When addressing the decision of Upper Tribunal Judge Southern in KO (Nigeria) at paras 33 to 36 Lord Carnwath criticised that part of the decision which held that deportation of KO would be unduly harsh for his children if the relative seriousness of the offence was not to be taken into account. He held that this applied “too low a standard” and that it seemed to treat unduly harsh “as meaning no more than undesirable”. He observed that this did not “give effect to the much stronger emphasis of the words ‘unduly harsh’ as approved and applied in both MK and [MAB (USA) v Secretary of State for the Home Department [2015] UKUT 435 (IAC)]”. Conversely, he found the main reasoning of the Upper Tribunal judge which supported his conclusion that deportation would not be unduly harsh as “difficult to fault”.
The case of the appellant Secretary of State
The argument of Mr Marcus Pilgerstorfer QC for the Secretary of State focused on the emphasised sentence in the passage cited above from para 23 of Lord Carnwath’s judgment. He submitted that Lord Carnwath was there stating that the unduly harsh test requires a comparison to be made with “the degree of harshness which would necessarily be involved for any child faced with the deportation of a parent” and that undue harshness means a degree of harshness which goes beyond that. It is this “notional comparator” which provides the baseline against which undue harshness is to be evaluated.

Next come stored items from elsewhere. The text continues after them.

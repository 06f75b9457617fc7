"""Gates over dividends: implausible sums, amounts the price cannot pay, ex dates after the curve's end."""

from __future__ import annotations

from collections.abc import Iterator
from datetime import date, timedelta

from pricer.core.issues import Issue
from pricer.core.source import Place
from pricer.market.findings import Locate, error, percent, warning
from pricer.market.market import Market, MissingMarketDataError
from pricer.market.underlying import Underlying
from pricer.market.volatility_quality import weekend_warning

#: Proportional dividends of one underlying that add up to more than this within a year are reported.
PLAUSIBLE_DIVIDENDS = 0.50
#: Cash dividends of one underlying worth more than this share of its spot within a year are reported.
PLAUSIBLE_CASH_DIVIDENDS = 0.15
#: A cash dividend this many times as large as any other of its underlying is reported.
OUTLYING_FACTOR = 5.0
#: A dividend yield above this beside discrete dividends looks like the same dividends counted twice; a smaller one may
#: be the fee of lending the share.
YIELD_BESIDE_DIVIDENDS = 0.005
#: Cash dividends to come that are worth more than this share of the spot are reported.
PLAUSIBLE_FLOOR = 0.50


def dividend_gates(underlying: Underlying, market: Market, place: Locate) -> Iterator[Issue]:
    """Issues of an underlying's dividends.

    ``place`` gives the cell of "dividends:UNDERLYING:EX_DATE", "dividends:UNDERLYING" or "dividend_yield:UNDERLYING",
    or None.
    """
    yield from _proportional(underlying, place)
    yield from _cash(underlying, market, place)
    yield from _outlier(underlying, market, place)
    yield from _counted_twice(underlying, market, place)


def weekend_ex_dates(underlying: Underlying, market: Market, place: Locate) -> Iterator[Issue]:
    """One warning where ex dates to come lie on Saturdays or Sundays."""
    name = underlying.underlying_id
    weekends = [day for day in _ex_dates(underlying, market.valuation_date) if day.weekday() >= 5]
    if weekends:
        yield weekend_warning(_place(name, weekends[0], place), f"dividends of {name} on", weekends)


def _place(name: str, day: date, place: Locate) -> Place | None:
    return place(f"dividends:{name}:{day}") or place(f"dividends:{name}")


def _ex_dates(underlying: Underlying, today: date) -> list[date]:
    """Ex dates of discrete dividends to come, in order."""
    dividends = underlying.dividends
    days = {*(d.ex_date for d in dividends.cash), *(d.ex_date for d in dividends.proportional)}
    return sorted(day for day in days if day > today)


def _outlier(underlying: Underlying, market: Market, place: Locate) -> Iterator[Issue]:
    name = underlying.underlying_id
    coming = sorted((d for d in underlying.dividends.cash if d.ex_date > market.valuation_date), key=lambda d: d.amount)
    if len(coming) < 2:
        return
    other, largest = coming[-2:]
    if largest.amount >= OUTLYING_FACTOR * other.amount > 0.0:
        yield warning(
            _place(name, largest.ex_date, place),
            "outlying-dividend",
            f"a cash dividend of {largest.amount:g} of {name} on {largest.ex_date}, "
            f"{largest.amount / other.amount:.1f} times the next largest, {other.amount:g}",
            f"cash dividends below {OUTLYING_FACTOR:g} times the others of the underlying",
            "Check the decimal point, unless it is a special dividend. It is used as given.",
        )


def _counted_twice(underlying: Underlying, market: Market, place: Locate) -> Iterator[Issue]:
    name, rate = underlying.underlying_id, underlying.dividends.yield_rate
    coming = _ex_dates(underlying, market.valuation_date)
    if coming and rate > YIELD_BESIDE_DIVIDENDS:
        yield warning(
            place(f"dividend_yield:{name}"),
            "yield-and-dividends",
            f"a dividend yield of {percent(rate, 2)} of {name} beside discrete dividends from {coming[0]} on",
            "dividends given as a yield or one by one",
            "Forwards fall by both. Clear the yield if it stands for the same dividends; enter a lending fee in the "
            "table repo.",
        )


def _proportional(underlying: Underlying, place: Locate) -> Iterator[Issue]:
    payments = sorted((d.ex_date, d.fraction) for d in underlying.dividends.proportional)
    sums = [
        (sum(fraction for day, fraction in payments if first <= day < first + timedelta(days=365)), first)
        for first, _ in payments
    ]
    if sums and max(sums)[0] > PLAUSIBLE_DIVIDENDS:
        total, first = max(sums)
        yield warning(
            place(f"dividends:{underlying.underlying_id}"),
            "implausible-dividends",
            f"proportional dividends of {underlying.underlying_id} that add up to {percent(total, 1)} of its price "
            f"in the year from {first}",
            f"at most {percent(PLAUSIBLE_DIVIDENDS)} in a year",
            "Check the unit: a dividend of 2 % of the price is entered as 0.02. The dividends are used as given.",
        )


def _cash(underlying: Underlying, market: Market, place: Locate) -> Iterator[Issue]:
    if not underlying.dividends.cash:
        return
    name = underlying.underlying_id
    here = place(f"dividends:{name}")
    try:
        price = market.affine_price(name)
    except MissingMarketDataError:
        return  # without a curve nothing is priced on it, and the trades say so
    except ValueError as refused:
        yield error(here, "cash-dividends-exceed-spot", str(refused), *EXCEEDED)
        return
    if not price.has_floor:
        return
    spot = underlying.spot
    share, last = sum(price.cash_values) / spot, price.cash_dates[-1]
    paid = list(zip(price.cash_dates, price.cash_values, strict=True))
    within, first = max(
        (sum(value for day, value in paid if first <= day < first + timedelta(days=365)), first) for first, _ in paid
    )
    if PLAUSIBLE_CASH_DIVIDENDS * spot < within and share <= PLAUSIBLE_FLOOR:
        yield warning(
            _place(name, first, place),
            "implausible-dividends",
            f"cash dividends of {name} in the year from {first} worth {percent(within / spot, 1)} of its spot",
            f"at most {percent(PLAUSIBLE_CASH_DIVIDENDS)} in a year",
            "Check the unit: cash dividends are amounts in the underlying's currency. They are used as given.",
        )
    if share > PLAUSIBLE_FLOOR:
        yield warning(
            here,
            "heavy-cash-dividends",
            f"cash dividends of {name} to {last} worth {percent(share, 1)} of its spot",
            f"cash dividends worth at most {percent(PLAUSIBLE_FLOOR)} of the spot",
            "Check the unit (cash dividends are amounts in the underlying's currency), or enter the later ones as "
            "proportional. They are used as given: that share of the price moves with nothing but rates.",
        )
    if price.growth_curve.is_extrapolated(last):
        yield warning(
            here,
            "dividends-beyond-curve",
            f"a cash dividend of {name} on {last}, after {price.growth_curve.last_date}, where curve "
            f"{price.growth_curve.curve_id} ends",
            "a curve that reaches the last cash dividend",
            "The curve's last forward rate is used beyond its end; add a later point to the curve.",
        )


#: What is expected of cash dividends, and how to mend them, where they exceed the spot.
EXCEEDED = (
    "cash dividends worth less than the spot",
    "Correct the amounts or the spot, or enter dividends far ahead as proportional ones.",
)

In support of this case Mr Pilgerstorfer relied on the fact that this is how KO (Nigeria) has been interpreted and applied in subsequent cases in the Court of Appeal. For example, in PG (Jamaica) v Secretary of State for the Home Department [2019] EWCA Civ 1213, having considered KO (Nigeria), Holroyde LJ stated as follows at para 34:
“It is therefore now clear that a tribunal or court considering section 117C(5) of the 2002 Act must focus, not on the comparative seriousness of the offence or offences committed by the foreign criminal who faces deportation, but rather, on whether the effects of his deportation on a child or partner would go beyond the degree of harshness which would necessarily be involved for any child or partner of a foreign criminal faced with deportation. …”
A similar approach was taken in PF (Nigeria) v Secretary of State for the Home Department [2019] EWCA Civ 1139; [2019] Imm AR 1351, para 32; OH (Algeria) v Secretary of State for the Home Department [2019] EWCA Civ 1763; [2020] Imm AR 350, para 40, and KF (Nigeria) v Secretary of State for the Home Department [2019] EWCA Civ 2051; [2020] Imm AR 538, paras 30 to 33. It is right, however, to observe that there does not appear to have been any issue as to the correct approach in those cases.
KO (Nigeria) was also interpreted and applied in this way by the Upper Tribunal in the appeals in the cases of HA and RA. In all the circumstances, Mr Pilgerstorfer submitted that a reasonably settled approach had developed which was wrongly departed from by the Court of Appeal’s decision in those appeals.